LRU (Least Recently Used)
How it works: Remove the item that hasn't been used for the longest time.
Example:
Cache [10 items, capacity 1000 items]
├── User A profile (last accessed: 1 hour ago) ← Evict this
├── Product catalog entry (last accessed: 5 minutes ago)
├── Session data (last accessed: 2 minutes ago)
└── ...
When cache is full, remove User A profile (not accessed recently)
Pros:
- ✅ Simple to implement
- ✅ Works well for temporal locality (recently accessed likely to be accessed again)
- ✅ Good for general-purpose caching
Cons:
- ❌ Doesn't account for access frequency (popular items might be evicted)
- ❌ Can be suboptimal for certain access patterns
- ❌ Requires tracking access time (some overhead)
Real-world use: Most default cache implementations, web caches, database caches
LFU (Least Frequently Used)
How it works: Remove the item that has been accessed least often overall.
Example:
Cache [10 items, capacity 1000 items]
├── User A profile (access count: 5) ← Evict this
├── Product catalog entry (access count: 10,000)
├── Session data (access count: 50)
└── ...
When cache is full, remove User A profile (least accessed)
Pros:
- ✅ Keeps most popular items in cache
- ✅ Good for workloads with clear popularity patterns
- ✅ Optimizes for cache hit rate
Cons:
- ❌ Requires tracking access frequency (more memory overhead)

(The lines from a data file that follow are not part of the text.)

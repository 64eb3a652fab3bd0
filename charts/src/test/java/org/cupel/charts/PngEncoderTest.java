package org.cupel.charts;

import static org.junit.jupiter.api.Assertions.assertArrayEquals;
import static org.junit.jupiter.api.Assertions.assertEquals;
import static org.junit.jupiter.api.Assertions.assertNotNull;
import static org.junit.jupiter.api.Assertions.assertNull;

import java.awt.image.BufferedImage;
import java.io.ByteArrayInputStream;
import java.io.ByteArrayOutputStream;
import java.nio.ByteBuffer;
import java.nio.charset.StandardCharsets;
import java.util.Arrays;
import java.util.Random;
import java.util.zip.CRC32;
import javax.imageio.ImageIO;
import javax.imageio.ImageReader;
import javax.imageio.metadata.IIOMetadataNode;
import javax.imageio.stream.ImageInputStream;
import org.junit.jupiter.api.Test;
import org.knowm.xchart.XYChart;
import org.knowm.xchart.XYChartBuilder;

/** Our PNG encoder, read back by the JDK's own PNG decoder (an implementation independent of ours). */
class PngEncoderTest {

    @Test
    void theJdkDecoderReadsBackEveryPixelAndTheResolution() throws Exception {
        Random r = new Random(7);
        BufferedImage img = new BufferedImage(257, 131, BufferedImage.TYPE_INT_RGB);
        for (int y = 0; y < img.getHeight(); y++) {
            for (int x = 0; x < img.getWidth(); x++) {
                img.setRGB(x, y, y % 3 == 0 ? r.nextInt(1 << 24) : (x * 7) << 8 | y);
            }
        }
        byte[] png = PngEncoder.encode(img, 300);
        try (ImageInputStream in = ImageIO.createImageInputStream(new ByteArrayInputStream(png))) {
            ImageReader reader = ImageIO.getImageReaders(in).next();
            reader.setInput(in);
            BufferedImage back = reader.read(0);
            for (int y = 0; y < img.getHeight(); y++) {
                for (int x = 0; x < img.getWidth(); x++) {
                    assertEquals(img.getRGB(x, y), back.getRGB(x, y), x + "," + y);
                }
            }
            IIOMetadataNode root = (IIOMetadataNode) reader.getImageMetadata(0).getAsTree("javax_imageio_1.0");
            IIOMetadataNode size = (IIOMetadataNode) root.getElementsByTagName("HorizontalPixelSize").item(0);
            // 300 dpi = 11,811 pixels per metre = 0.08467 mm per pixel.
            assertEquals(25.4 / 300, Double.parseDouble(size.getAttribute("value")), 1e-4);
        }
        PngEncoder.Idat idat = PngEncoder.idat(png);
        assertNotNull(idat);
        assertEquals(257, idat.width());
        assertEquals(2, idat.colourType());
        assertEquals(new PngEncoder.Size(257, 131), PngEncoder.size(png));
        assertNull(PngEncoder.size(new byte[40]), "not a PNG");
        assertNull(PngEncoder.size(Arrays.copyOf(png, 20)), "too short for a header");
    }

    /**
     * The PNG format allows the image data in several consecutive IDAT chunks (W3C 2003, "Portable Network
     * Graphics (PNG) Specification (Second Edition)", section 11.2.4): they are joined in order.
     */
    @Test
    void imageDataSplitOverSeveralChunksIsJoined() throws Exception {
        BufferedImage img = new BufferedImage(64, 48, BufferedImage.TYPE_INT_RGB);
        img.setRGB(10, 10, 0xff8800);
        byte[] png = PngEncoder.encode(img, 96);
        byte[] data = PngEncoder.idat(png).data();
        int headerEnd = 8 + 12 + 13 + 12 + 9; // signature, IHDR, pHYs
        ByteArrayOutputStream split = new ByteArrayOutputStream();
        split.write(png, 0, headerEnd);
        int cut = data.length / 3;
        chunk(split, "tEXt", "Comment\0before the data".getBytes(StandardCharsets.ISO_8859_1));
        chunk(split, "IDAT", Arrays.copyOfRange(data, 0, cut));
        chunk(split, "IDAT", Arrays.copyOfRange(data, cut, 2 * cut));
        chunk(split, "IDAT", Arrays.copyOfRange(data, 2 * cut, data.length));
        chunk(split, "IEND", new byte[0]);
        byte[] joined = split.toByteArray();
        assertArrayEquals(data, PngEncoder.idat(joined).data());
        BufferedImage back = ImageIO.read(new ByteArrayInputStream(joined));
        assertEquals(0xff8800, back.getRGB(10, 10) & 0xffffff, "the JDK decoder reads the split file too");
    }

    private static void chunk(ByteArrayOutputStream out, String type, byte[] body) {
        byte[] name = type.getBytes(StandardCharsets.US_ASCII);
        out.writeBytes(ByteBuffer.allocate(4).putInt(body.length).array());
        out.writeBytes(name);
        out.writeBytes(body);
        CRC32 crc = new CRC32();
        crc.update(name);
        crc.update(body);
        out.writeBytes(ByteBuffer.allocate(4).putInt((int) crc.getValue()).array());
    }

    @Test
    void theSameChartGivesTheSameBytes() {
        XYChart a = chart();
        XYChart b = chart();
        assertArrayEquals(PngWriter.bytes(a, PngWriter.SCREEN_DPI), PngWriter.bytes(b, PngWriter.SCREEN_DPI));
    }

    private static XYChart chart() {
        XYChart c = new XYChartBuilder().width(ChartStyle.WIDTH).height(ChartStyle.HEIGHT).title("t").build();
        ChartStyle.apply(c);
        c.addSeries("s", new double[] {1, 2, 3}, new double[] {3, 1, 2});
        return c;
    }
}
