import numba
import numpy as np
from scipy.stats import t as student_t

import beadsim as bs
from beadsim.analysis.efficiency import (autocorrelation_from_starts, correlation_from_starts,
                                         inefficiency_partial_sums)
from beadsim.analysis.stats import statistical_inefficiency, summarize

HERE = Path(__file__).parent
sys.path.insert(0, str(HERE))
from hybrid_sampling import HYBRID_512, chain_rg, chain_simulation, machine_record, measure, uptime  # noqa: E402

N = 512
HYBRID_SEED = 31
PLAIN_SEEDS = 1001  # run r uses noise seed PLAIN_SEEDS + r
FULL = {"runs": 16, "run_steps": 2_000_000, "interval": 1000, "round_steps": 50_000,
        "hybrid_steps": 60_000, "hybrid_interval": 20, "equilibration": 10_000, "retime_steps": 10_000}
QUICK = {"runs": 3, "run_steps": 20_000, "interval": 1000, "round_steps": 10_000,
         "hybrid_steps": 6_000, "hybrid_interval": 20, "equilibration": 2_000, "retime_steps": 2_000}


FIGURE = HERE / "figures" / "plain_tau_512" / "rg_autocorrelation"
TARGET_RATIO = 1000.0
"""Issue 8: hybrid sampling must give at least this many times the plain rate."""


def _path(quick):
    return HERE / f"plain_tau_512{'_quick' if quick else ''}.json"


def run(plan, path, stop_at=None):
    """Hybrid reference run, then the plain runs in rounds until ``plan["run_steps"]`` or the first round
    ending after ``stop_at`` (a datetime, UTC), then a short hybrid re-timing; the JSON is rewritten after
    every round."""
    numba.set_num_threads(1)
    out = {"machine": machine_record(), "plan": plan, "hybrid_seed": HYBRID_SEED, "plain_seeds":
           [PLAIN_SEEDS + r for r in range(plan["runs"])], "rg": "radius of gyration, sigma (not Rg^2)"}
    n_samples = plan["hybrid_steps"] // plan["hybrid_interval"]
    keep_at = {(r + 1) * n_samples // plan["runs"] - 1 for r in range(plan["runs"])}
    hybrid_rg, starts = [], []

    def observe(snap):
        if len(hybrid_rg) in keep_at:
            starts.append((snap.step, snap.positions.copy(), snap.velocities.copy()))
        hybrid_rg.append(chain_rg(snap.positions))

    out["hybrid"] = measure(N, plan["hybrid_steps"], plan["hybrid_interval"], seed=HYBRID_SEED, hybrid=HYBRID_512,
                            equilibration=plan["equilibration"], observe=observe)
    out["hybrid"]["rg_series"] = [round(x, 5) for x in hybrid_rg]
    out["start_steps"] = [int(step) for step, _, _ in starts]
    sims = []
    for r, (_, positions, velocities) in enumerate(starts):
        sim = chain_simulation(N, PLAIN_SEEDS + r)
        sim.system.positions[:] = positions
        sim.system.velocities[:] = velocities
        sim.refresh_neighbors()
        sims.append(sim)
    plain = out["plain"] = [{"seed": PLAIN_SEEDS + r, "steps": 0, "cpu_seconds": 0.0,
                             "rg_series": [round(chain_rg(sim.system.positions), 5)]} for r, sim in enumerate(sims)]
    while plain[0]["steps"] < plan["run_steps"]:
        for sim, rec in zip(sims, plain):
            cpu0 = time.process_time()
            rg = [chain_rg(snap.positions) for snap in bs.iterate(sim, plan["round_steps"], plan["interval"])]
            rec["cpu_seconds"] += time.process_time() - cpu0
            rec["steps"] += plan["round_steps"]
            rec["rg_series"] += [round(x, 5) for x in rg]
        out["machine"]["uptime_last_round"] = uptime()
        path.write_text(json.dumps(out) + "\n")
        print(f"round done: {plain[0]['steps']} steps per run, {uptime()}", flush=True)
        if stop_at is not None and datetime.now(timezone.utc) >= stop_at:
            out["stopped_early"] = f"stopped at {stop_at:%H:%M} UTC after {plain[0]['steps']} steps per run"
            break
    out["hybrid_retimed"] = measure(N, plan["retime_steps"], plan["hybrid_interval"], seed=HYBRID_SEED + 1,
                                    hybrid=HYBRID_512, equilibration=plan["equilibration"])
    out["machine"]["uptime_after"] = uptime()
    path.write_text(json.dumps(out) + "\n")


def _hybrid_reference(rec):
    """Equilibrium mean and variance of Rg from the hybrid series, and g with its spread over quarters.

    The whole series is used: it starts after ``plan["equilibration"]`` steps of hybrid sampling; the
    start that equilibration detection would cut is recorded as a check.
    """
    x = np.array(rec["rg_series"])
    s = summarize(x, min_independent=1, detect=False)
    second = summarize((x - s.mean) ** 2, min_independent=1, detect=False)
    quarters = [statistical_inefficiency(q) for q in np.array_split(x, 4)]
    return {"mean": s.mean, "mean_error": s.error, "variance": second.mean, "variance_error": second.error,
            "equilibration_index_detected": summarize(x).equilibration_index, "samples_used": int(x.size),
            "statistical_inefficiency": s.statistical_inefficiency,
            "statistical_inefficiency_quarters": quarters,
            "statistical_inefficiency_error": float(np.std(quarters, ddof=1) / 2.0)}


JACKKNIFE_CALIBRATION = 1.2
"""Factor applied to the jackknife errors of the self-normalised estimator: on AR(1) runs far shorter than
the correlation time (16 runs per study, 300 studies, tests/unit/analysis/test_analysis_efficiency.py) its
z-scores scatter with standard deviation 1.18."""

ESTIMATORS = ("variance_normalised", "self_normalised")
"""Products about the hybrid mean over the hybrid variance (errors across runs), and the correlation
coefficient about the hybrid mean (jackknife errors times JACKKNIFE_CALIBRATION); see
beadsim.analysis.efficiency."""


def _estimate(name, runs, mean, variance):
    """rho, its error, partial sums and their error (samples) of one estimator."""
    if name == "variance_normalised":
        rho = autocorrelation_from_starts(runs, mean, variance)
        _, sums, error = inefficiency_partial_sums(rho)
        return rho.mean(axis=0), rho.std(axis=0, ddof=1) / np.sqrt(len(runs)), sums, error, np.zeros_like(sums)
    c = correlation_from_starts(runs, mean)
    return (c.rho, JACKKNIFE_CALIBRATION * c.rho_error, c.partial_sums, JACKKNIFE_CALIBRATION * c.partial_sums_error,
            c.partial_sums_bias)
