"""Night-level sleep parameters from a sleep/wake sequence.

One function, :func:`sleep_parameters`, serves reference (PSG) labels and every prediction, so
both sides of a comparison are computed the same way. Definitions follow the AASM conventions
for PSG (Iber et al. 2007; from memory) with the actigraphy options of Fekedulegn et al. 2020
made explicit (onset run length, minimum awakening length, WASO end point).

All durations are in minutes and all latencies are measured from lights-off. Epoch indices
(``*_idx``) count from the start of the recording, not from lights-off.

Unscored epochs
---------------
Epochs with NaN inside the in-bed interval are *unscored*: an unscored reference epoch
(artefact, "?"), an epoch a method could not score because its counts are missing (gap
filling), or one masked so that both sides of a comparison cover the same epochs. They are
counted in ``unscored_epochs`` and are neither sleep nor wake:

- TST and WASO count scored epochs only, and the sleep-efficiency denominator is the *scored*
  time in bed (``100 * TST / (time in bed - unscored time)``), so a night with a block of
  unscored epochs has the TST, WASO and efficiency of the same night with that block cut out;
- wake bouts and sleep runs are formed from the scored epochs in order: an unscored epoch
  neither ends, splits nor creates a bout (wake, unscored, wake is one bout of two epochs), so
  the awakening count, mean and longest awakening and the persistent-sleep run also equal those
  of the night with the unscored epochs cut out;
- latencies and SPT are clock intervals: SOL is the clock time from lights-off to the first
  *scored* sleep epoch and SPT runs from it to the end of the last scored sleep epoch; unscored
  epochs inside them count as time (they are not removed from the clock).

- ❌ Can lock in old popular items (cold data problem)
- ❌ Doesn't adapt to changing access patterns quickly
Real-world use: Content distribution networks, recommendation systems, API response caches
FIFO (First In, First Out)
How it works: Remove the oldest item regardless of access patterns.
Example:
Cache [10 items, capacity 1000 items]
├── Item 1 (added 1 hour ago) ← Evict this
├── Item 2 (added 30 minutes ago)
├── Item 3 (added 15 minutes ago)
└── ...
When cache is full, remove Item 1 (oldest)
Pros:
- ✅ Simplest to implement
- ✅ No tracking needed (just insertion order)

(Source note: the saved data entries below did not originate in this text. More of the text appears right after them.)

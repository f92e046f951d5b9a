"""Window summary statistics against numpy/scipy and the check values of feature-references.md §2."""

from __future__ import annotations

import numpy as np
import pytest
import scipy.stats as st

from models.features.summaries import SUMMARY_STATISTICS, window_shares, window_summaries
from models.features.windows import CentredWindows

# feature-references.md §2 inputs (exact)
X30 = np.array([0, 0, 3, 12, 0, 0, 0, 45, 80, 2, 0, 0, 0, 0, 7, 0, 0, 1, 0, 0, 150, 90, 10, 0, 0, 0, 0, 0, 0, 4],
               dtype=float)


def _x181() -> np.ndarray:
    rng = np.random.default_rng(7)
    x = rng.poisson(3, 181).astype(float)
    x[::10] *= 20
    return x


def _whole(x: np.ndarray) -> dict[str, float]:
    """Statistics of the whole series: a window wider than the series covers all of it."""
    return {k: float(v[0]) for k, v in window_summaries(CentredWindows(x, x.size)).items()}


@pytest.mark.parametrize(("x", "expected"), [
    # feature-references.md §2 check values (numpy 2.4.6 / scipy 1.17.1), 10 significant digits
    (X30, {"mean": 13.46666667, "sd": 33.61917442, "median": 0, "min": 0, "max": 150, "p10": 0, "p25": 0,
           "p75": 3.75, "p90": 48.5, "skew": 2.86608552, "kurt": 7.517752609}),
    (_x181(), {"mean": 9.61878453, "sd": 21.84357955, "median": 3, "min": 0, "max": 120, "p10": 1, "p25": 2,
               "p75": 5, "p90": 20, "skew": 3.470902769, "kurt": 11.77579281}),
])
def test_window_summaries_check_values(x, expected):
    got = _whole(x)
    for name, value in expected.items():
        assert got[name] == pytest.approx(value, rel=1e-8, abs=1e-12), name


def test_window_summaries_rolling_edge_check_values():
    # feature-references.md §2 "rolling edge check" (pandas rolling(21, center=True, min_periods=1))
    rng = np.random.default_rng(2024)
    x = np.concatenate([rng.poisson(150, 150), rng.poisson(20, 700) * (rng.random(700) < 0.15),
                        rng.poisson(120, 150)]).astype(float)
    assert x.sum() == 42736 and (x == 0).sum() == 587
    s = window_summaries(CentredWindows(x, 10))
    assert s["mean"][0] == pytest.approx(144.727273, abs=1e-6)
    assert s["p90"][0] == pytest.approx(156.0)
    assert s["mean"][500] == pytest.approx(0.952381, abs=1e-6)
    assert s["p90"][500] == 0.0


@pytest.mark.parametrize("h", [3, 10, 30])
def test_window_summaries_match_scipy_on_every_window(h):
    rng = np.random.default_rng(h)
    x = np.log1p(rng.poisson(3, 200) * (rng.random(200) < 0.4) + rng.poisson(60, 200) * (rng.random(200) < 0.05))
    x[[5, 6, 7, 90, 150]] = np.nan
    s = window_summaries(CentredWindows(x, h))
    for i in range(200):
        w = x[max(0, i - h):i + h + 1]
        w = w[~np.isnan(w)]
        ref = {"mean": np.mean(w), "sd": np.std(w), "min": w.min(), "max": w.max(),
               "p10": np.percentile(w, 10), "p25": np.percentile(w, 25), "median": np.median(w),
               "p75": np.percentile(w, 75), "p90": np.percentile(w, 90)}
        if w.min() < w.max():  # scipy defaults: bias=True, Fisher kurtosis
            ref |= {"skew": st.skew(w), "kurt": st.kurtosis(w)}
        else:
            ref |= {"skew": np.nan, "kurt": np.nan}
        for name in SUMMARY_STATISTICS:
            np.testing.assert_allclose(s[name][i], ref[name], rtol=1e-9, atol=1e-12, err_msg=f"{name} at {i}")


@pytest.mark.filterwarnings("error")
@pytest.mark.parametrize("value", [0.0, 5.0])
def test_window_summaries_constant_windows_defined_without_warnings(value):
    s = window_summaries(CentredWindows(np.full(50, value), 10))
    assert np.all(s["sd"] == 0.0) and np.all(s["mean"] == value) and np.all(s["p90"] == value)
    assert np.isnan(s["skew"]).all() and np.isnan(s["kurt"]).all()


def test_window_shares_by_hand():
    x = np.array([0.0, 0, 30, np.nan, 5, 0, 100])
    s = window_shares(x, 1, movement_level=20.0)
    # epoch 3: window {30, NaN, 5}: 2 observed of 3, no zero, one movement (30 > 20)
    assert s["coverage"][3] == pytest.approx(2 / 3)
    assert s["zero_share"][3] == 0.0 and s["move_share"][3] == 0.5
    # epoch 0: truncated window {0, 0}: coverage 2/3, all zero
    assert s["coverage"][0] == pytest.approx(2 / 3) and s["zero_share"][0] == 1.0
    # a count equal to the level is not a movement
    assert window_shares(np.array([20.0]), 1, movement_level=20.0)["move_share"][0] == 0.0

- ✅ Deterministic behavior
Cons:
- ❌ No consideration of access patterns
- ❌ Can evict hot items if they were cached early
- ❌ Poor cache hit rate in most scenarios
Real-world use: Round-robin load balancer caches, simple message queues
TTL (Time To Live)
How it works: Remove items after a fixed time period, regardless of usage.
Example:
Cache entries with TTL:
├── User session (TTL: 30 minutes) ← Auto-remove after 30min
├── Product price (TTL: 5 minutes) ← Auto-remove after 5min
├── Configuration (TTL: 1 hour) ← Auto-remove after 1hour
└── News feed (TTL: 1 minute) ← Auto-remove after 1min
Pros:
- ✅ Guarantees data freshness
- ✅ Simple to understand and reason about
- ✅ Works great for time-sensitive data
- ✅ Automatic cleanup (no manual eviction needed)
Cons:
- ❌ Popular items might expire and be re-fetched
- ❌ Need to choose appropriate TTL (tuning required)
- ❌ Can cause cache stampede if popular items expire simultaneously
Real-world use: Session data, real-time prices, news feeds, API rate limiting
Random Replacement
How it works: Randomly select an item to evict.
Pros:
- ✅ Simple to implement
- ✅ No tracking overhead
- ✅ Works surprisingly well in practice
Cons:
- ❌ Can evict hot items
- ❌ Suboptimal cache hit rate
- ❌ Unpredictable behavior
Real-world use: Simple caching implementations where tracking overhead is a concern
Real-World Case Studies
Case Study 1: Redis at Scale
The Challenge: Redis is used by companies like Twitter, Instagram, and Uber for ultra-low latency caching. How does Redis handle millions of requests per second with sub-millisecond latency?
The Architecture:
Clients → Redis Cluster (100+ nodes)
├── Node 1-20: US-East
├── Node 21-40: US-West
├── Node 41-60: EU-Central
└── Node 61-80: AP-Southeast
Sharding Strategy: Consistent hashing of keys
Replication: Master-slave for each shard
Persistence: AOF (Append Only File) + RDB snapshots
Key Optimizations:
- In-memory data structures - No disk I/O for reads
- Single-threaded - No locking overhead, atomic operations
- Efficient data structures - Hash tables, skip lists, etc.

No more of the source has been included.